Middlesex District Attorney Martha Coakley said yesterday that Neil Entwistle, 27, an unemployed computer technician, is being sought for questioning in the shootings of Rachel Entwistle, 27, and their daughter, Lillian.

The apparent homicides, the first in this rural town in more than a decade, do not appear to have been random, said Coakley, who declined to call Neil Entwistle a suspect.

''As we always look at family and friends, he is a person of interest to us," Coakley said.

The bodies were found at 6:30 p.m. Sunday when police entered the five-bedroom Colonial-style residence on Cubs Path, a wooded cul-de-sac, to check on the family. The doors were locked, and there were no signs of forced entry, police said.

Relatives and friends had gone to the house Saturday for a dinner party, received no answer when they knocked, and alerted police the next day. ''We can speculate that, as of Saturday, they were probably dead when people showed up at the home," Coakley said during an afternoon press conference.

Police initially believed that the pair might have died from carbon monoxide poisoning, because officers did not immediately find any signs of foul play. ''There was very little blood," Coakley said.

However, when the medical examiner arrived to remove the bodies, wounds were discovered from a single, small-caliber bullet that apparently had passed through the torsos of both victims. Autopsy results are expected today, police said.

Police are tracking leads in their search for Neil Entwistle, who they said has been traveling since Friday and might be driving a BMW, Coakley said. Relatives told police they last spoke with Rachel Entwistle on Thursday.

The Entwistles moved to Hopkinton, where they signed a short-term lease, from Southeastern Massachusetts, police said. A person who answered the door at the home of Rachel's mother, Priscilla Matterazzo, in Carver declined to answer questions about the slayings.

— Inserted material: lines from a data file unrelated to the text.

package api

import (
	"bytes"
	"encoding/csv"
	"encoding/xml"
	"errors"
	"image"
	"image/color"
	"image/png"
	"io"
	"strings"
	"testing"
)

const aNote = `Answered by regimed 0.1.0 on 2026-07-30; drawn by regimed 0.2.0, whose answer differs: class <a> & "b".`

func marked(t *testing.T, mark func([]byte, string) ([]byte, error), body string) string {
	t.Helper()
	made, err := mark([]byte(body), aNote)
	if err != nil {
		t.Fatal(err)
	}
	return string(made)
}

func TestMarkedText(t *testing.T) {
	got := marked(t, markText, "Recommended: …\n")
	note, page, found := strings.Cut(got, "\n\n")
	if !found || page != "Recommended: …\n" || strings.Join(strings.Fields(note), " ") != aNote {
		t.Errorf("%q", got)
	}
	for line := range strings.Lines(note) {
		if len(line) > 97 {
			t.Errorf("a line of %d", len(line))
		}
	}
	if got := marked(t, markMarkdown, "# Answer\n"); got != "> "+aNote+"\n\n# Answer\n" {
		t.Errorf("%q", got)
	}
}

// A reader of tables that knows comments reads the table as it was.
func TestMarkedTable(t *testing.T) {
	r := csv.NewReader(strings.NewReader(marked(t, markCSV, "id,value\r\nreynolds,\"1,5\"\r\n")))
	r.Comment = '#'
	rows, err := r.ReadAll()
	if err != nil || len(rows) != 2 || rows[1][1] != "1,5" {
		t.Errorf("%v: %v", err, rows)
	}
}

func TestMarkedPage(t *testing.T) {
	got := marked(t, markHTML, "<!doctype html><html><body class=\"a\">\n<h1>Answer</h1></body></html>")
	if want := `<body class="a"><p role="note"><strong>Answered`; !strings.Contains(got, want) || strings.Contains(got, "<a>") || !strings.HasSuffix(got, "<h1>Answer</h1></body></html>") {
		t.Errorf("%s", got)
	}
	for _, bad := range []string{"", "<p>", "<body"} {
		if made, err := markHTML([]byte(bad), aNote); err == nil {
			t.Errorf("%q became %q", bad, made)
		}
	}
}

// The picture stands below the note, whole and at its own size.
func TestMarkedSVG(t *testing.T) {
	rows := []struct {
		name, body, inner string
	}{
		{"sizes", `<?xml version="1.0"?><!-- made --><svg xmlns="http://www.w3.org/2000/svg" width="400" height="300"><path d="M0 0"/></svg>`, `<svg y="40" width="400" height="300" xmlns="http://www.w3.org/2000/svg"><path d="M0 0"/></svg>`},
		{"points and a box", `<svg width="6in" height="4.5in" viewBox="0 0 400 300" xmlns="http://www.w3.org/2000/svg" xmlns:xlink="http://www.w3.org/1999/xlink"><g/></svg>`,
			`<svg y="40" width="400" height="300" viewBox="0 0 400 300" xmlns="http://www.w3.org/2000/svg" xmlns:xlink="http://www.w3.org/1999/xlink"><g/></svg>`},
		{"a box alone", `<svg xmlns="http://www.w3.org/2000/svg" viewBox="-10,-10,400,300" class="a&quot;b"><g/></svg>`,
			`<svg y="40" width="400" height="300" xmlns="http://www.w3.org/2000/svg" viewBox="-10,-10,400,300" class="a&#34;b"><g/></svg>`},
	}
	for _, row := range rows {
		got := marked(t, markSVG, row.body)
		if !strings.Contains(got, row.inner) || !strings.Contains(got, `viewBox="0 0 400 340"`) || strings.Count(got, "<text") != 2 {
			t.Errorf("%s: %s", row.name, got)
		}
		if err := wellFormed(got); err != nil {
			t.Errorf("%s: %v: %s", row.name, err, got)
		}
	}
	if len(rows) != 3 {
		t.Errorf("%d rows", len(rows))
	}
	for _, bad := range []string{"", "<svg", "<html></html>", `<svg width="1" height="1"/>`, "<svg></svg>", `<svg width="a" height="1"></svg>`, `<svg width="NaN" height="1"></svg>`} {
		if made, err := markSVG([]byte(bad), aNote); err == nil {
			t.Errorf("%q became %q", bad, made)
		}
	}
}

func wellFormed(s string) error {
	dec := xml.NewDecoder(strings.NewReader(s))
	for {
		if _, err := dec.Token(); errors.Is(err, io.EOF) {
			return nil
		} else if err != nil {
			return err
		}
	}
}

func TestMarkedPNG(t *testing.T) {
	old := image.NewNRGBA(image.Rect(0, 0, 300, 100))
	blue := color.NRGBA{B: 255, A: 255}
	for x := range 300 {
		for y := range 100 {
			old.SetNRGBA(x, y, blue)
		}
	}
	var b bytes.Buffer
	if err := png.Encode(&b, old); err != nil {
		t.Fatal(err)
	}
	made, err := png.Decode(strings.NewReader(marked(t, markPNG, b.String())))
	if err != nil {
		t.Fatal(err)
	}
	size := made.Bounds().Size()
	_, extra := noteRows(aNote, 300)
	if size.X != 300 || size.Y != 100+extra || extra < 3*noteLine {
		t.Fatalf("size %v, note %d", size, extra)
	}
	dark, below := 0, 0
	for x := range size.X {
		for y := range size.Y {
			r, g, bl, _ := made.At(x, y).RGBA()
			if y < extra && r+g+bl < 0x8000 {
				dark++
			}
			if y >= extra && color.NRGBAModel.Convert(made.At(x, y)) == blue {
				below++
			}
		}
	}
	if dark < 300 || below != 300*100 {
		t.Errorf("%d dark points in the note, %d of the picture", dark, below)
	}
	if _, err := markPNG([]byte("no picture"), aNote); err == nil {
		t.Error("no error")
	}
}

func TestFolded(t *testing.T) {
	rows := []struct {
		text string
		most int
		want string
	}{
		{"a bb ccc", 8, "a bb ccc"}, {"a bb ccc", 7, "a bb|ccc"}, {"a bb ccc", 1, "a|b|b|c|c|c"}, {"abcdef g", 4, "abcd|ef g"}, {"", 5, ""}, {" a  b ", 5, "a b"},
	}
	for _, row := range rows {
		if got := strings.Join(folded(row.text, row.most), "|"); got != row.want {
			t.Errorf("%q at %d: %q", row.text, row.most, got)
		}
	}
	if len(rows) != 6 {
		t.Errorf("%d rows", len(rows))
	}
}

Rachel Entwistle, who attended Silver Lake Regional High School in Kingston, was a 2001 graduate of the College of the Holy Cross in Worcester. She met her future husband when she spent her junior year in college in England, according to the mother of a close friend of Rachel. The couple married in August 2003, had Lillian in April 2005, and baptized her last month, said the woman, who asked not to be named because she said she wanted to respect the victim's family.

The woman said she was impressed by the way Neil Entwistle cared for his wife and his daughter when they visited her home during Christmas. ''He seemed like a loving father and husband," said the woman. ''I can't believe Neil would do anything to his daughter or wife. But I don't know."

Investigators said they have no evidence that the Entwistles had marital difficulties. Neither had been arrested in Massachusetts, nor had records of restraining orders, Coakley said.

Neil Entwistle had moved to Hopkinton, a rural town of 14,000 near the juncture of the Massachusetts Turnpike and Interstate 495, to search for work among the many high-technology companies in the area, police said. He apparently had scheduled several job interviews.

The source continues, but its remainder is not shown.